The following steps document the installation of Harvest Man? directly from the subversion trunk.


1. Downloading

Harvest Man? subversion trunk is at http://harvestman-crawler.googlecode.com/svn/trunk/. To check out the source code, enter the following command in a folder where you want to keep the files.


$ svn co http://harvestman-crawler.googlecode.com/svn/trunk/HarvestMan HarvestMan-2.0

NOTE: You can also download an alpha package tarball from http://harvestmanontheweb.com/packages/2.0. Files are named in the form Harvest Man?-2.0alpha<day><month><year>.tar.gz. Grab the latest file. However, tarballs are not updated frequently to the website, so these will be mostly behind the subversion trunk by several days.

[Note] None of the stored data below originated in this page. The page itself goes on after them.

import { addAnimal, editAnimal, listAnimals, recordMedicine } from '#shared/contracts/herd.ts';
import {
  addAnimalSchema,
  editAnimalSchema,
  listAnimalsSchema,
  recordMedicineSchema,
} from '#shared/contracts/herd-schema.ts';
import type { Deps } from '#server/deps.ts';
import { route, signedIn, type Api } from '#server/http/route.ts';
import * as herd from './herd-service.ts';

export function addHerdRoutes(api: Api, deps: Deps): void {
  route(api, listAnimals, {
    schema: listAnimalsSchema,
    handle: async () => ({ animals: await herd.listHerd(deps) }),
  });
  route(api, addAnimal, {
    schema: addAnimalSchema,
    handle: ({ body }, caller) => herd.addAnimal(deps, signedIn(caller).id, body),
  });
  route(api, editAnimal, {
    schema: editAnimalSchema,
    handle: ({ params, body }, caller) => {
      const { version, ...values } = body;
      return herd.editAnimal(deps, signedIn(caller).id, { animalId: params.animalId, version, values });
    },
  });
  route(api, recordMedicine, {
    schema: recordMedicineSchema,
    handle: ({ params, body }, caller) =>
      herd.recordMedicine(deps, signedIn(caller).id, { ...body, animalId: params.animalId }),
  });
}
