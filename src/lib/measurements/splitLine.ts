import { mostColumns } from './limits';
import type { Separator } from './reading';

const signs: Record<Exclude<Separator, 'blanks'>, string> = {
	tab: '\t',
	semicolon: ';',
	comma: ',',
	bar: '|'
};

export interface SplitLine {
	/** Without their quotes and the blanks around them; at most one more than a table may have. */
	cells: string[];
	/** A quoted cell does not end on this line. */
	open: boolean;
}

const blankCell = /"(?:[^"]|"")*"|\S+/g;

function splitAtBlanks(line: string): SplitLine {
	const cells: string[] = [];
	for (const [cell] of line.matchAll(blankCell)) {
		const quoted = cell.length > 1 && cell.startsWith('"') && cell.endsWith('"');
		cells.push(quoted ? cell.slice(1, -1).replaceAll('""', '"') : cell);
		if (cells.length > mostColumns) break;
	}
	return { cells, open: false };
}

/** Where a quoted cell that begins at `start` ends: the place of its last quote, or -1. */
function closingQuote(line: string, start: number): number {
	for (let at = line.indexOf('"', start + 1); at !== -1; at = line.indexOf('"', at + 2)) {
		if (line[at + 1] !== '"') return at;
	}
	return -1;
}

/** Cells of one line (RFC 4180: a quoted cell may hold the separator, and "" for a quote). */
export function splitLine(line: string, separator: Separator): SplitLine {
	if (separator === 'blanks') return splitAtBlanks(line);
	const sign = signs[separator];
	const cells: string[] = [];
	let at = 0;
	while (cells.length <= mostColumns) {
		let start = at;
		while (line[start] === ' ') start++;
		if (line[start] === '"') {
			const close = closingQuote(line, start);
			if (close === -1) return { cells, open: true };
			const next = line.indexOf(sign, close + 1);
			const after = line.slice(close + 1, next === -1 ? undefined : next).trim();
			const inside = line.slice(start + 1, close).replaceAll('""', '"');
			cells.push(after === '' ? inside : `"${inside}"${after}`);
			if (next === -1) return { cells, open: false };
			at = next + 1;
			continue;
		}
		const next = line.indexOf(sign, at);
		cells.push(line.slice(at, next === -1 ? undefined : next).trim());
		if (next === -1) return { cells, open: false };
		at = next + 1;
	}
	return { cells, open: false };
}
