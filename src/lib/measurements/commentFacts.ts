import { radiusUnitOf, speedUnitOf } from './headingUnits';
import type { Measured, RadiusUnit, SpeedUnit } from './types';

/** What comment lines say of the whole table. */
export interface CommentFacts {
	name: string | null;
	source: string | null;
	radiusUnit: RadiusUnit | null;
	speedUnit: SpeedUnit | null;
	distance: Measured | null;
	inclination: Measured | null;
}

const number = String.raw`([+-]?(?:\d+\.?\d*|\.\d+)(?:[eE][+-]?\d+)?)`;
const withError = String.raw`${number}\s*(?:(?:±|\+\/-|\+-)\s*${number})?\s*`;
const distanceIn = new RegExp(
	String.raw`^(?:distance|dist|d)\s*[:=]\s*${withError}(Mpc|kpc)\b`,
	'i'
);
const inclinationIn = new RegExp(
	String.raw`^(?:inclination|incl|inc|i)\s*[:=]\s*${withError}(?:degrees?|deg|°)?\s*$`,
	'i'
);
const wordsIn = /^(name|source|citation|reference|radius unit|speed unit)\s*[:=]\s*(\S.*)$/i;

function measured(value: string, error: string | undefined, unit = 1): Measured | null {
	const number = Number(value) / unit;
	if (!(number > 0 && Number.isFinite(number))) return null;
	const spread = error === undefined ? null : Number(error) / unit;
	return { value: number, error: spread !== null && spread > 0 ? spread : null };
}

/** Words in quotes are JSON: so they may begin with a quote or hold more than one line. */
function plainWords(text: string): string {
	const trimmed = text.trim();
	if (!trimmed.startsWith('"')) return trimmed;
	try {
		const value: unknown = JSON.parse(trimmed);
		return typeof value === 'string' ? value : trimmed;
	} catch (error) {
		if (!(error instanceof SyntaxError)) throw error;
		return trimmed;
	}
}

/** Reads one comment into `facts`; what was said before stays. */
function readComment(facts: CommentFacts, comment: string): void {
	const distance = distanceIn.exec(comment);
	if (distance) {
		const unit = distance[3].toLowerCase() === 'kpc' ? 1000 : 1;
		facts.distance ??= measured(distance[1], distance[2], unit);
		return;
	}
	const inclination = inclinationIn.exec(comment);
	if (inclination) {
		facts.inclination ??= measured(inclination[1], inclination[2]);
		return;
	}
	const words = wordsIn.exec(comment);
	if (!words) return;
	const value = plainWords(words[2]);
	switch (words[1].toLowerCase()) {
		case 'name':
			facts.name ??= value;
			break;
		case 'radius unit':
			facts.radiusUnit ??= radiusUnitOf(value) ?? null;
			break;
		case 'speed unit':
			facts.speedUnit ??= speedUnitOf(value) ?? null;
			break;
		default:
			facts.source ??= value;
	}
}

/** @param comments without their signs */
export function commentFacts(comments: readonly string[]): CommentFacts {
	const facts: CommentFacts = {
		name: null,
		source: null,
		radiusUnit: null,
		speedUnit: null,
		distance: null,
		inclination: null
	};
	for (const comment of comments) readComment(facts, comment.trim());
	return facts;
}
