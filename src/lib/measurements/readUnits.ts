import type { CommentFacts } from './commentFacts';
import { radiusUnitOf, speedUnitOf } from './headingUnits';
import type { ColumnRead, ReadChoices, UnitRead } from './reading';
import type { RadiusUnit, SpeedUnit } from './types';

function unitFrom<T extends string>(
	chosen: T | undefined,
	column: ColumnRead | undefined,
	parse: (unit: string) => T | undefined,
	declared: T | null,
	usual: T
): UnitRead<T> {
	if (chosen) return { unit: chosen, why: 'Chosen here' };
	const written = column?.unit ?? null;
	const unit = written === null ? undefined : parse(written);
	if (unit) return { unit, why: `The heading says “${written}”` };
	if (declared) return { unit: declared, why: 'A comment says so' };
	const odd = written === null ? 'The table does not say' : `“${written}” is not known here`;
	return { unit: usual, why: `${odd}; ${usual} is usual` };
}

/** Units of the radius and of the speeds, and what they were taken from. */
export function readUnits(
	columns: readonly ColumnRead[],
	facts: CommentFacts,
	choices: ReadChoices
): { radiusUnit: UnitRead<RadiusUnit>; speedUnit: UnitRead<SpeedUnit> } {
	const of = (role: string) => columns.find((column) => column.role === role);
	return {
		radiusUnit: unitFrom<RadiusUnit>(
			choices.radiusUnit,
			of('radius'),
			radiusUnitOf,
			facts.radiusUnit,
			'kpc'
		),
		speedUnit: unitFrom<SpeedUnit>(
			choices.speedUnit,
			of('speed'),
			speedUnitOf,
			facts.speedUnit,
			'km/s'
		)
	};
}
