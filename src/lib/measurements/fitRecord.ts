import { z } from 'zod';
import { massModelSpecSchema } from '../dynamics/schema';

const words = (most: number) => z.string().max(most);
const size = z.number().min(0);

/** One parameter that was free, with what was found. */
const freeParameterSchema = z.strictObject({
	componentId: words(64),
	/** What people call the component. */
	component: words(120),
	parameter: words(64),
	label: words(120),
	/** Empty for a pure number. */
	unit: words(32),
	min: z.number(),
	max: z.number(),
	value: z.number(),
	/** One standard error; null where the data say nothing of it. */
	error: size.nullable(),
	atBound: z.enum(['min', 'max']).nullable()
});

/**
 * A fit as it is kept with its galaxy and printed: which data, with which settings, and what came out.
 * Lengths kpc, speeds km/s, masses Msun.
 */
export const fitRecordSchema = z.strictObject({
	version: z.literal(1),
	/** Version of Farwheel that computed it. */
	computedBy: words(32),
	measurements: z.strictObject({ id: z.uuid(), name: words(120), source: words(1000) }),
	points: z.strictObject({
		used: z.number().int().min(1),
		leftOut: z.number().int().min(0),
		innermost: size,
		outermost: size
	}),
	start: massModelSpecSchema,
	result: massModelSpecSchema,
	free: z.array(freeParameterSchema).min(1).max(32),
	/** Correlation of the free parameters; null where it could not be had. */
	correlation: z.array(z.array(z.number().min(-1.001).max(1.001))).nullable(),
	chiSquared: size,
	degreesOfFreedom: z.number().int(),
	/** Null without degrees of freedom. */
	reducedChiSquared: size.nullable(),
	converged: z.boolean(),
	starts: z.number().int().min(1),
	seed: z.number().int(),
	/** Why the data cannot decide between values; null where they can. */
	undecided: words(1000).nullable(),
	/** Inside the outermost point that was used. */
	inside: z.strictObject({ lit: size, unlit: size, dynamical: size })
});
export type FitRecord = z.infer<typeof fitRecordSchema>;
export type FreeParameterRecord = FitRecord['free'][number];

2. Requirements and Dependencies

Harvest Man? requires at least Python version 2.4 to run. The other dependencies of Harvest Man? (for version 2.0) are,

  1. sgmlop - Fast SGML/XML/(X)HTML parser written in C (used for HTML parsing)
  2. pyparsing - A general parsing module for Python (used in the rudimentary Javascript parser)
  3. web.py - Simple but powerful web framework written in pure Python. (for browser-based UI)

Of these, the Harvest Man? distribution includes sgmlop pacakge. The setup.py script of Harvest Man? pulls in the other two dependencies if they are not already installed.

2. Installing to Python

Change directory to the folder "Harvest Man?-2.0" and issue the following command. Make sure you have root privileges, before doing so.


$ sudo python setup.py install

This will check dependencies, pull in those which are not satisfied, install the code to your Python site-packages folder and create short-cuts for the two Harvest Man? applications, namely harvestman and hget . It will also run unit-tests to check the installation.

Here is the command-line log of a fresh installation of Harvest Man?, which installs everything, including the dependencies from scratch.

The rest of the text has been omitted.